Irrespective of whether the cause of the association between LSAT scores and bar performance is underlying wealth, skill, or entirely something else, LSAT scores nonetheless remain useful in predicting success on the bar exam. In other words, even if arguendo we couldn’t now explain the source of the predictive relationship between LSAT scores and bar passage, we could nonetheless act on it in the same way we could — using Taylor’s unintentionally applicable example about the increase in both ice cream sales and murder during hot weather — put more police on the streets when ice cream sales go up. (Of course, in reality, we’d just deploy more cops when it gets hot, because we can readily discern what underlies both phenomena.)
 
And, critically, whether a law school graduate fails the bar exam based on wealth effects, skills, or other reasons, doesn’t change the painful reality that he has, in fact, not passed the only exam that would have allowed him to practice law — likely with significant debt, no less. If a graduate cannot pass a bar exam, he most likely would’ve preferred not to have incurred the actual and opportunity costs of attending law school in the first place. (No doubt a few graduates choose not to practice law, but they are uncommon, particularly at practice-oriented schools.) And admissions committees not only do well in considering this rational preference, they need to ensure that they aren’t falsely suggesting to admittees unrealistic chances of success. 
 
Upon finally conceding that LSAT scores, like those I presented, not only correlate with bar success but do, in fact, predict it, Taylor seeks to downplay how strong the predictive value is.
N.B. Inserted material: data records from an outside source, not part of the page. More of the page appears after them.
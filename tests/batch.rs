//! The batch promise of `worksheet`: a batch writes every record or none, a killed run
//! leaves only whole records (and hidden temporaries the next run removes), and rerunning
//! the interrupted command finishes it. Interrupted at every step of the write, killed at
//! timed points, run twice at once, and run on a file system that fills up.

use std::collections::BTreeMap;
use std::os::unix::process::ExitStatusExt;
use std::path::{Path, PathBuf};
use std::process::{Command, Output, Stdio};
use std::time::Instant;

const DATE: &str = "2026-03-14T09:30:00+01:00";
const STOP_AFTER: &str = "PVHAZARD_TEST_STOP_AFTER";

fn site() -> PathBuf {
    Path::new(env!("CARGO_MANIFEST_DIR")).join("sample_sites/larkspur-fabrication.toml")
}

/// `pvhazard worksheet <larkspur> --all --date DATE --out OUT` with `extra`.
fn batch(out: &Path, extra: &[&str]) -> Command {
    let mut cmd = Command::new(env!("CARGO_BIN_EXE_pvhazard"));
    cmd.arg("worksheet")
        .arg(site())
        .args(["--all", "--date", DATE, "--out"])
        .arg(out)
        .args(extra)
        .env_remove("SOURCE_DATE_EPOCH")
        .env_remove(STOP_AFTER);
    cmd
}

fn run(mut cmd: Command) -> Output {
    cmd.output().expect("pvhazard runs")
}

struct Scratch(PathBuf);

impl Scratch {
    fn new(name: &str) -> Scratch {
        let d = std::env::temp_dir().join(format!("pvhazard-batch-{name}-{}", std::process::id()));
        let _ = std::fs::remove_dir_all(&d);
        std::fs::create_dir_all(&d).expect("a scratch folder");
        Scratch(d)
    }

    fn path(&self, name: &str) -> PathBuf {
        self.0.join(name)
    }
}

impl Drop for Scratch {
    fn drop(&mut self) {
        let _ = std::fs::remove_dir_all(&self.0);
    }
}

/// Every file in `dir` (hidden ones too) with its bytes; empty if there is no folder.
fn files(dir: &Path) -> BTreeMap<String, Vec<u8>> {
    let Ok(entries) = std::fs::read_dir(dir) else {
        return BTreeMap::new();
    };
    entries
        .map(|e| {
            let e = e.expect("a folder entry");
            (
                e.file_name().to_string_lossy().into_owned(),
                std::fs::read(e.path()).expect("a readable file"),
            )
        })
        .collect()
}

/// The complete batch, written once without interruption.
fn reference(scratch: &Scratch) -> BTreeMap<String, Vec<u8>> {
    let out = scratch.path("reference");
    let o = run(batch(&out, &[]));
    assert_eq!(o.status.code(), Some(0), "{o:?}");
    let r = files(&out);
    assert_eq!(r.len(), 6, "three records of two files: {:?}", r.keys());
    r
}

/// What an interrupted run may leave: whole files of the batch, and hidden temporaries.
fn only_whole_records(dir: &Path, whole: &BTreeMap<String, Vec<u8>>, when: &str) -> usize {
    let mut temporaries = 0;
    for (name, bytes) in files(dir) {
        if name.starts_with('.') {
            temporaries += 1;
            continue;
        }
        let expected = whole
            .get(&name)
            .unwrap_or_else(|| panic!("{when}: {name} is not a file of the batch"));
        assert!(bytes == *expected, "{when}: {name} is not whole");
    }
    temporaries
}

/// Rerunning the command finishes the batch: exit 0, exactly its files, no temporaries.
fn rerun_finishes(out: &Path, whole: &BTreeMap<String, Vec<u8>>, temporaries: usize, when: &str) {
    let o = run(batch(out, &[]));
    let stderr = String::from_utf8_lossy(&o.stderr);
    assert_eq!(o.status.code(), Some(0), "{when}: rerun: {stderr}");
    if temporaries > 0 {
        assert!(
            stderr.contains(&format!("removed {temporaries} temporary file(s)")),
            "{when}: {stderr}"
        );
    }
    assert!(files(out) == *whole, "{when}: {:?}", files(out).keys());
}

#[test]
fn a_run_stopped_dead_at_any_step_of_the_write_leaves_whole_records_and_a_rerun_finishes_it() {
    let scratch = Scratch::new("steps");
    let whole = reference(&scratch);
    // Six files: each staged, linked in, and its temporary removed.
    for step in 1..=18 {
        let out = scratch.path(&format!("step-{step}"));
        let mut cmd = batch(&out, &[]);
        cmd.env(STOP_AFTER, step.to_string());
        let o = run(cmd);
        // SIGKILL, or SIGABRT where there is no `kill` to send it.
        assert!(
            matches!(o.status.signal(), Some(9) | Some(6)),
            "step {step}: {o:?}"
        );
        let when = format!("killed after step {step}");
        let temporaries = only_whole_records(&out, &whole, &when);
        // Every step but the last leaves a temporary for the rerun to remove.
        assert_eq!(
            temporaries > 0,
            step < 18,
            "{when}: {temporaries} temporaries"
        );
        rerun_finishes(&out, &whole, temporaries, &when);
    }
}

#[test]
fn a_run_killed_at_timed_points_leaves_whole_records_and_a_rerun_finishes_it() {
    let scratch = Scratch::new("sigkill");
    let whole = reference(&scratch);
    let start = Instant::now();
    run(batch(&scratch.path("timing"), &[]));
    let took = start.elapsed();
    for i in 0..10u32 {
        let out = scratch.path(&format!("kill-{i}"));
        let mut child = batch(&out, &[])
            .stdout(Stdio::null())
            .stderr(Stdio::null())
            .spawn()
            .expect("pvhazard starts");
        std::thread::sleep(took * i / 8);
        let _ = child.kill();
        let status = child.wait().expect("pvhazard ends");
        let when = format!("SIGKILL at {} ms ({status:?})", (took * i / 8).as_millis());
        let temporaries = only_whole_records(&out, &whole, &when);
        rerun_finishes(&out, &whole, temporaries, &when);
    }
}

#[test]
fn two_runs_at_once_in_one_folder_write_one_whole_batch() {
    let scratch = Scratch::new("overlap");
    let whole = reference(&scratch);
    for i in 0..3 {
        // The same command twice: both succeed, one of them finding the other's records.
        let out = scratch.path(&format!("same-{i}"));
        let [a, b] = [0, 1].map(|_| {
            batch(&out, &[])
                .stdout(Stdio::piped())
                .stderr(Stdio::piped())
                .spawn()
                .expect("pvhazard starts")
        });
        let (a, b) = (a.wait_with_output(), b.wait_with_output());
        let (a, b) = (a.expect("pvhazard ends"), b.expect("pvhazard ends"));
        assert_eq!((a.status.code(), b.status.code()), (Some(0), Some(0)));
        assert!(files(&out) == whole);
    }
    for i in 0..3 {
        // Different records of the same names: one batch is written whole, the other is
        // refused and leaves nothing.
        let out = scratch.path(&format!("differ-{i}"));
        let mut other = batch(&out, &["--prepared-by", "B. Other"]);
        let b = other
            .stdout(Stdio::piped())
            .stderr(Stdio::piped())
            .spawn()
            .expect("pvhazard starts");
        let a = run(batch(&out, &[]));
        let b = b.wait_with_output().expect("pvhazard ends");
        let mut codes = [a.status.code(), b.status.code()];
        codes.sort();
        assert_eq!(codes, [Some(0), Some(2)], "{a:?} {b:?}");
        let refused = if a.status.code() == Some(2) { &a } else { &b };
        assert!(String::from_utf8_lossy(&refused.stderr).contains("already exists"));
        let left = files(&out);
        assert_eq!(left.len(), 6, "{:?}", left.keys());
        assert!(left.keys().all(|n| !n.starts_with('.')));
        if a.status.code() == Some(0) {
            assert!(left == whole);
        }
    }
}

/// A small tmpfs, unmounted when dropped.
struct Tmpfs(PathBuf);

impl Tmpfs {
    /// Mounts one, or says why not (this test needs root, as CI runs it).
    fn mount(at: PathBuf, size: &str) -> Result<Tmpfs, String> {
        let uid = std::fs::read_to_string("/proc/self/status")
            .ok()
            .and_then(|s| {
                s.lines()
                    .find_map(|l| l.strip_prefix("Uid:"))
                    .and_then(|l| l.split_whitespace().next().map(str::to_string))
            })
            .unwrap_or_default();
        if uid != "0" {
            return Err(format!("not root (uid {uid}), cannot mount a tmpfs"));
        }
        std::fs::create_dir_all(&at).map_err(|e| e.to_string())?;
        let o = Command::new("mount")
            .args(["-t", "tmpfs", "-o", &format!("size={size}"), "tmpfs"])
            .arg(&at)
            .output()
            .map_err(|e| format!("cannot run mount: {e}"))?;
        if !o.status.success() {
            return Err(format!(
                "mount refused: {}",
                String::from_utf8_lossy(&o.stderr).trim()
            ));
        }
        Ok(Tmpfs(at))
    }
}

impl Drop for Tmpfs {
    fn drop(&mut self) {
        let _ = Command::new("umount").arg(&self.0).status();
    }
}

#[test]
fn a_batch_that_fills_the_disk_writes_nothing_and_one_that_fits_is_written() {
    let scratch = Scratch::new("full");
    let whole = reference(&scratch);
    let total: usize = whole.values().map(Vec::len).sum();
    let disk = match Tmpfs::mount(scratch.path("disk"), "120k") {
        Ok(d) => d,
        Err(why) => {
            println!("skipped: {why}");
            return;
        }
    };
    assert!(total > 120 * 1024, "the batch ({total} bytes) must not fit");
    let out = disk.0.join("out");
    let o = run(batch(&out, &[]));
    let stderr = String::from_utf8_lossy(&o.stderr);
    assert_eq!(o.status.code(), Some(1), "{stderr}");
    assert!(stderr.contains("cannot write"), "{stderr}");
    assert!(files(&out).is_empty(), "{:?}", files(&out).keys());
    // One record fits, and is written whole.
    let o = run({
        let mut c = Command::new(env!("CARGO_BIN_EXE_pvhazard"));
        c.arg("worksheet")
            .arg(site())
            .args(["--tag", "AR-101", "--date", DATE, "--out"])
            .arg(&out)
            .env_remove("SOURCE_DATE_EPOCH");
        c
    });
    assert_eq!(o.status.code(), Some(0), "{o:?}");
    let left = files(&out);
    assert_eq!(left.len(), 2, "{:?}", left.keys());
    for (name, bytes) in &left {
        assert!(whole.get(name) == Some(bytes), "{name} is not whole");
    }
    // Unmounted before the scratch folder goes, so that the mount point can be removed.
    drop(disk);
}

/// `command` on `site` with `threads` threads: its exit code, its standard output with the
/// output folder's path taken out, and the files it wrote.
fn with_threads(
    site: &Path,
    command: &[&str],
    out: &Path,
    threads: &str,
) -> (Option<i32>, String, BTreeMap<String, Vec<u8>>) {
    let mut cmd = Command::new(env!("CARGO_BIN_EXE_pvhazard"));
    cmd.arg(command[0])
        .arg(site)
        .args(&command[1..])
        .env("SOURCE_DATE_EPOCH", "1798761600")
        .env("PVHAZARD_THREADS", threads)
        .env_remove(STOP_AFTER);
    if command[0] == "worksheet" {
        cmd.arg("--out").arg(out);
    }
    let o = run(cmd);
    let stdout = String::from_utf8_lossy(&o.stdout).replace(&out.display().to_string(), "OUT");
    (o.status.code(), stdout, files(out))
}

#[test]
fn one_thread_and_several_give_the_same_bytes_and_the_same_order() {
    let scratch = Scratch::new("threads");
    let sites = Path::new(env!("CARGO_MANIFEST_DIR")).join("sample_sites");
    for site in ["larkspur-fabrication.toml", "kestrel-fill-room.toml"] {
        for command in [
            &["worksheet", "--all"][..],
            &["check"][..],
            &["check", "--json"][..],
        ] {
            let runs: Vec<_> = ["1", "2", "5"]
                .iter()
                .map(|t| {
                    let out = scratch.path(&format!("{site}-{}-{t}", command.join("")));
                    with_threads(&sites.join(site), command, &out, t)
                })
                .collect();
            assert!(runs[0].0 == Some(0) || runs[0].0 == Some(3), "{runs:?}");
            assert!(!runs[0].1.is_empty());
            assert_eq!(runs[0].2.is_empty(), command[0] == "check", "{runs:?}");
            for other in &runs[1..] {
                assert!(other == &runs[0], "{site} {command:?}: {other:?}");
            }
        }
    }
}

#[test]
fn like_items_computed_once_give_the_bytes_each_gives_alone() {
    let scratch = Scratch::new("memo");
    // The sample site with a second receiver like AR-101 under another tag and description,
    // and a third like it but for its pressure.
    let text = std::fs::read_to_string(site()).expect("the sample site");
    let first = text
        .split("[[vessel]]")
        .nth(1)
        .expect("the first vessel")
        .to_string();
    let twin = first
        .replace("AR-101", "AR-909")
        .replace("no. 1\"", "no. 9, like no. 1\"");
    let other = first.replace("AR-101", "AR-910").replace(
        "operating_pressure = \"10 barg\"",
        "operating_pressure = \"9 barg\"",
    );
    assert!(twin != first && other.contains("9 barg"));
    let path = scratch.path("site.toml");
    std::fs::write(
        &path,
        format!("{text}\n[[vessel]]{twin}\n[[vessel]]{other}"),
    )
    .unwrap();
    let run_site = |out: &Path, extra: &[&str]| {
        let mut cmd = Command::new(env!("CARGO_BIN_EXE_pvhazard"));
        cmd.arg("worksheet")
            .arg(&path)
            .args(["--date", DATE, "--out"])
            .arg(out)
            .args(extra)
            .env_remove("SOURCE_DATE_EPOCH");
        let o = run(cmd);
        assert_eq!(o.status.code(), Some(0), "{o:?}");
        files(out)
    };
    let batch = run_site(&scratch.path("all"), &["--all"]);
    assert_eq!(batch.len(), 10, "{:?}", batch.keys());
    for tag in ["AR-909", "AR-910"] {
        let alone = run_site(&scratch.path(tag), &["--tag", tag]);
        assert_eq!(alone.len(), 2);
        for (name, bytes) in &alone {
            assert!(
                batch.get(name) == Some(bytes),
                "{name} differs in the batch"
            );
        }
    }
    // The twin's record differs from AR-101's in its tag and description only.
    let record = |tag: &str| -> serde_json::Value {
        let (_, bytes) = batch
            .iter()
            .find(|(n, _)| n.contains(&tag.to_lowercase()) && n.ends_with(".json"))
            .expect("the record");
        serde_json::from_slice(bytes).expect("JSON")
    };
    let (a, b) = (record("AR-101"), record("AR-909"));
    assert_eq!(a["results"], b["results"]);
    assert_eq!(a["verdict"], b["verdict"]);
    assert_ne!(a["fingerprint"], b["fingerprint"]);
    assert_ne!(record("AR-910")["results"], a["results"]);
}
He references a study putting that measure at 13%. This is where, finally, Taylor and I have a real disagreement.
 
As I previously discussed, Richard Sander’s seminal Stanford Law Review article on the mismatch phenomenon described the predictive value on bar performance of LSAT scores and undergraduate G.P.A.s as 35%. Sander aptly called this relationship “impressive,” because we’re using independent variables to explain perhaps the most complex phenomenon in existence: human behavior. Taylor would presumably disagree with Sander’s characterization of the usefulness of the association; he’s free to do so. But Sander insightfully explains that no other factor predicts more than 5% of bar performance. So, even if 13% is accurate, it’s indeed remarkable. 
 
I’m happy to debate the usefulness for admissions decisions of having a pre-consideration test that soundly predicts 13% or more of the outcome on the bar exam (before having attended one day of law school), but Taylor doesn’t actually do that. He merely asserts that the exam has an “outsized role in the admissions process,” but never discloses how much weight is, in fact, given to LSAT scores by law schools individually or collectively. He seems to use the LSAT as a Boogeyman to bemoan what he sees as an underrepresentation of minorities in law schools. But the notion that LSAT scores are used to shift law school seats from minorities to non-minorities is demonstrably wrong.
 
Ultimately, Taylor hasn’t offered any meaningful viable alternative to considering LSAT scores and undergraduate G.P.A.s of applicants to law school. Both aid in predicting whether applicants will pass the bar exam. Taylor can spend as much time as he sees fit positing whatever theories he may have as to why; but, in the meantime, that association remains very real and useful.  And Taylor’s expressed ignorance about the confounding factor(s) shouldn’t be used as a cudgel to avoid consideration of LSAT scores in the admissions process.